Because I want to increase our winter harvest, I picked up a couple of extra books to read up this winter.    I found a real gem!

The Winter Harvest Handbook: Year Round Vegetable Production Using Deep Organic Techniques and Unheated Greenhouses by Eliot Coleman  [photo from Amazon].

Did you read the part in the subtitle about unheated greenhouses?

Un. Heated.

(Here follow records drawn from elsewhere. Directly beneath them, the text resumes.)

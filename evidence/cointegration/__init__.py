"""Cointegration: single-series and panel tests, long-run estimators, panel Granger non-causality."""

from evidence.cointegration._result import (
    JohansenResult,
    KaoResult,
    PedroniResult,
    TestGroupResult,
    WesterlundResult,
)
from evidence.cointegration.causality import dumitrescu_hurlin_test
from evidence.cointegration.longrun import hausman_test, long_run
from evidence.cointegration.panel import kao_test, pedroni_test, westerlund_test
from evidence.cointegration.series import (
    ardl_bounds_test,
    cointegrating_regression,
    engle_granger_test,
    johansen_test,
    phillips_ouliaris_test,
)

__all__ = [
    "JohansenResult",
    "KaoResult",
    "PedroniResult",
    "TestGroupResult",
    "WesterlundResult",
    "ardl_bounds_test",
    "cointegrating_regression",
    "dumitrescu_hurlin_test",
    "engle_granger_test",
    "hausman_test",
    "johansen_test",
    "kao_test",
    "long_run",
    "pedroni_test",
    "phillips_ouliaris_test",
    "westerlund_test",
]
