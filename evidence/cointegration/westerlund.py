"""Westerlund's (2007) error-correction panel cointegration tests Gt, Ga, Pt and Pa.

The statistics are computed in :mod:`evidence.cointegration._westerlund`; this module standardises
them and gives their p-values: by default from the sieve bootstrap under H0 shared with the
residual-based tests (:mod:`evidence.cointegration._sieve`), optionally from the asymptotic moments.

References
----------
westerlund2007 : Westerlund, J. (2007). Testing for error correction in panel data. Oxford Bulletin
    of Economics and Statistics 69(6), 709–748.
persynwesterlund2008 : Persyn, D. & Westerlund, J. (2008). Error-correction-based cointegration tests
    for panel data. Stata Journal 8(2), 232–241.
"""

from __future__ import annotations

import math
from collections.abc import Sequence
from typing import Any

import numpy as np

from evidence._typing import DEFAULT_SEED, Seed
from evidence._validation import check_lags, check_trend
from evidence.cointegration import _westerlund as _w
from evidence.cointegration._data import as_columns, relation_block
from evidence.cointegration._inference import (
    bootstrap_options,
    drift_report,
    max_lags_option,
    probe_years,
    relation_results,
    run_bootstrap,
    seed_record,
)
from evidence.cointegration._result import WesterlundResult
from evidence.cointegration._sieve import SieveModel, fit_sieve, sieve_draws
from evidence.cointegration._westerlund_tables import MOMENTS as WESTERLUND_MOMENTS
from evidence.errors import SpecError
from evidence.panel import Panel
from evidence.parallel import ExecutorLike

__all__ = ["westerlund_test"]

_ALTERNATIVES = {"Gt": "some units error-correct", "Ga": "some units error-correct",
                 "Pt": "the panel error-corrects", "Pa": "the panel error-corrects"}


def _draw(spec: tuple[SieveModel, dict[str, Any]], rng: np.random.Generator,
          reps: int) -> dict[str, np.ndarray]:
    model, opts = spec
    ys, xs = sieve_draws(model, rng, reps, block_length=opts["block_length"])
    out, _, _ = _w.westerlund_statistics(ys, xs, opts["lags"], opts["leads"],
                                         max_lags=opts["max_lags"], max_leads=opts["max_leads"],
                                         trend=opts["trend"])
    return out


def westerlund_test(panel: Panel, dependent: str, regressors: str | Sequence[str], *,
                    trend: str = "constant", lags: int | str = 1, leads: int | str = 0,
                    max_lags: int | None = None, max_leads: int | None = None,
                    inference: str | None = None, reps: int = 499,
                    block_length: int | None = None, seed: Seed = DEFAULT_SEED,
                    executor: ExecutorLike = "serial") -> WesterlundResult:
    """Westerlund's error-correction panel cointegration tests Gt, Ga, Pt and Pa.

    H0: no unit error-corrects (``alpha_i = 0`` for all i). H1 of Gt, Ga: some units error-correct;
    of Pt, Pa: the panel as a whole error-corrects (``alpha_i = alpha < 0``).

    Parameters
    ----------
    panel, dependent, regressors
        The panel, the dependent column and the regressor column(s) (1 to 6), used as given.
    trend : {"none", "constant", "trend"}
        Deterministic terms of each unit's error-correction regression.
    lags, leads : int or "aic"
        Orders of the lagged ``Δy``, ``Δx`` and of the leads of ``Δx``; "aic" chooses each unit's
        order up to ``max_lags`` / ``max_leads`` (defaults ``floor(4 (T/100)^(1/4))`` and 1).
    inference : {"bootstrap", "asymptotic"}, optional
        ``"bootstrap"`` (default): p-values and critical values from the sieve bootstrap under H0
        (drift, serial correlation and cross-sectional dependence kept; orders re-chosen in every
        bootstrap panel). ``"asymptotic"``: Westerlund's (2007) normal approximation (fast; not
        calibrated at N = 20–40, T = 25–40 — the result's warnings give its measured size).
    reps, block_length, seed, executor
        Bootstrap replications, length of the blocks of periods resampled (default 1), the seed
        and where the replications run (:mod:`evidence.parallel`).

    Notes
    -----
    For each unit, OLS of ``Δy_t = d_t'δ + α y_t-1 + λ'x_t-1 + Σ_{j=1..p} α_j Δy_t-j +
    Σ_{j=-q..p} γ_j'Δx_t-j + e_t``. ``α(1)`` is estimated by ``ω_u / ω_y``, the Bartlett long-run
    standard deviations of ``u_t = e_t + Σ γ_j'Δx_t-j`` and of ``Δy_t``.
    ``Gt = N^-1 Σ α_i / se(α_i)``; ``Ga = N^-1 Σ T_i α_i / α_i(1)``;
    ``α = (ΣΣ ỹ_it-1^2)^-1 ΣΣ ỹ_it-1 Δỹ_it / α_i(1)`` with ``ỹ``, ``Δỹ`` net of the other
    regressors; ``se(α) = S_N (ΣΣ ỹ_it-1^2)^-1/2`` with ``S_N = N^-1 Σ σ_i / α_i(1)``;
    ``Pt = α / se(α)``; ``Pa = T α``. Standardised with the simulated moments
    (``_westerlund_tables``): ``sqrt(N)(G - E)/sqrt(Var)``, ``(Pt - sqrt(N) E)/sqrt(Var)``;
    left-tailed. Bootstrap p-value: ``(1 + #{G* <= G}) / (B + 1)``.

    References
    ----------
    westerlund2007, persynwesterlund2008 (see the module docstring).
    """
    trend = check_trend(trend)
    lags = check_lags(lags, rules=("aic",))
    leads = check_lags(leads, parameter="leads", rules=("aic",))
    inference, reps, length, seed = bootstrap_options(inference, reps, block_length, seed)
    cols = as_columns(regressors)
    if not 1 <= len(cols) <= 6:
        raise SpecError(f"westerlund_test has moments for 1 to 6 regressors; got {len(cols)}.")
    probe = probe_years(panel)
    max_l = max_lags_option(max_lags, probe)
    max_p = max_l if lags == "aic" else int(lags)
    max_q = ((1 if max_leads is None else max_lags_option(max_leads, probe, "max_leads"))
             if leads == "aic" else int(leads))
    n_par = 2 + 2 * len(cols) + max_p + len(cols) * (max_p + max_q + 1)
    block = relation_block(panel, dependent, cols, min_years=n_par + max_p + max_q + 6,
                           purpose=f"westerlund_test with {max_p} lags and {max_q} leads")
    n_units, k = block.n_units, len(cols)
    raw, p_i, q_i = _w.westerlund_statistics(block.y[None], block.x[None], lags, leads,
                                             max_lags=max_p, max_leads=max_q, trend=trend)
    values = {name: float(raw[name][0]) for name in _w.NAMES}
    unit = _w.westerlund_raw(block.y, block.x, p_i[0], q_i[0], trend)

    def standardise(name: str, x: np.ndarray) -> np.ndarray:
        mean, var = (v[k - 1] for v in WESTERLUND_MOMENTS[name][trend])
        if name == "Pt":
            return (x - math.sqrt(n_units) * mean) / math.sqrt(var)
        return math.sqrt(n_units) * (x - mean) / math.sqrt(var)

    draws = None
    boot: dict[str, Any] = {}
    if inference == "bootstrap":
        model = fit_sieve(block.y, block.x, max_lags=max_l)
        opts = {"trend": trend, "lags": lags, "leads": leads, "max_lags": max_p,
                "max_leads": max_q, "block_length": length}
        draws = run_bootstrap(_draw, (model, opts), reps=reps, seed=seed, executor=executor)
        boot = {"reps": reps, "block_length": length, "seed": seed_record(seed),
                "sieve_lags": model.order.tolist(),
                "common_shocks": model.common}
    drift = drift_report(block.x, cols)
    results, warnings = relation_results(
        family="Westerlund", block=block, raw=values, standardise=standardise,
        tails={n: "left" for n in _w.NAMES}, alternatives=_ALTERNATIVES, inference=inference,
        draws=draws,
        details={"trend": trend, "mean_lags": float(np.mean(p_i)), "mean_leads": float(np.mean(q_i)),
                 "units": n_units, "years": block.span},
        shared=boot, reference="westerlund2007", nobs=int(np.sum(unit["nobs"])),
        drift=drift, drift_matters=trend == "constant")
    return WesterlundResult(
        test="Westerlund", results=tuple(results),
        details={"trend": trend, "inference": inference, "drift": drift,
                 "lags": dict(zip(block.units, p_i[0].tolist(), strict=True)),
                 "leads": dict(zip(block.units, q_i[0].tolist(), strict=True)),
                 "alpha": dict(zip(block.units, unit["alpha"].tolist(), strict=True)), **boot},
        excluded=block.excluded, reference="westerlund2007", warnings=tuple(warnings))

Greenhouses.

Since our electric bill almost doubled due to federal regulations [we live in a coal state], we're all over the unheated thing.   Which is why you're seeing a lot of posts about wood burning stoves, cold frames and unheated greenhouses.

The author, Eliot Coleman, operates a 12 month organic vegetable garden/farm in Maine.    They use a lot of horse poop and careful cultivation to keep the weeds down and they use low tech greenhouses to keep things going all winter long.

The trick is double covering the vegetables all winter, knowing what the sun is doing at your latitude, and knowing which vegetables to sow when.

The book describes in detail how to cover your beds and how to build inexpensive structures to do the job.    He describes in detail how to compost and what to use.    He describes in detail how to figure out what the winter sun is doing in your area  and how to use that to your advantage to figure out both fall planting/winter harvesting and early spring planting schedules.   

What I loved best is the whole discussion of when to plant things.   I had used my cold frames to grow things in the winter.    The problem is that there isn't enough sun for things to grow during Dec and Jan, and so things I planted in December [after the first harvest] weren't growing.    He explains that what you have to do is plant early so you can harvest all winter.    You're not growing things in deep winter, you're holding them stable for harvest all winter.   Which means I have to re-think how I plant in the fall and that I can plant a lot earlier than I thought in the spring - as long as things are under cover.   

I do know that the radishes we're eating this month are a whole different creature from the same radishes grown with the same seed planted in April.  And those carrots that tasted like trees in August - will taste a lot better in December.   Next year's winter garden will be a lot better.

If you are at all interested in 12 month gardening and harvesting, read this book.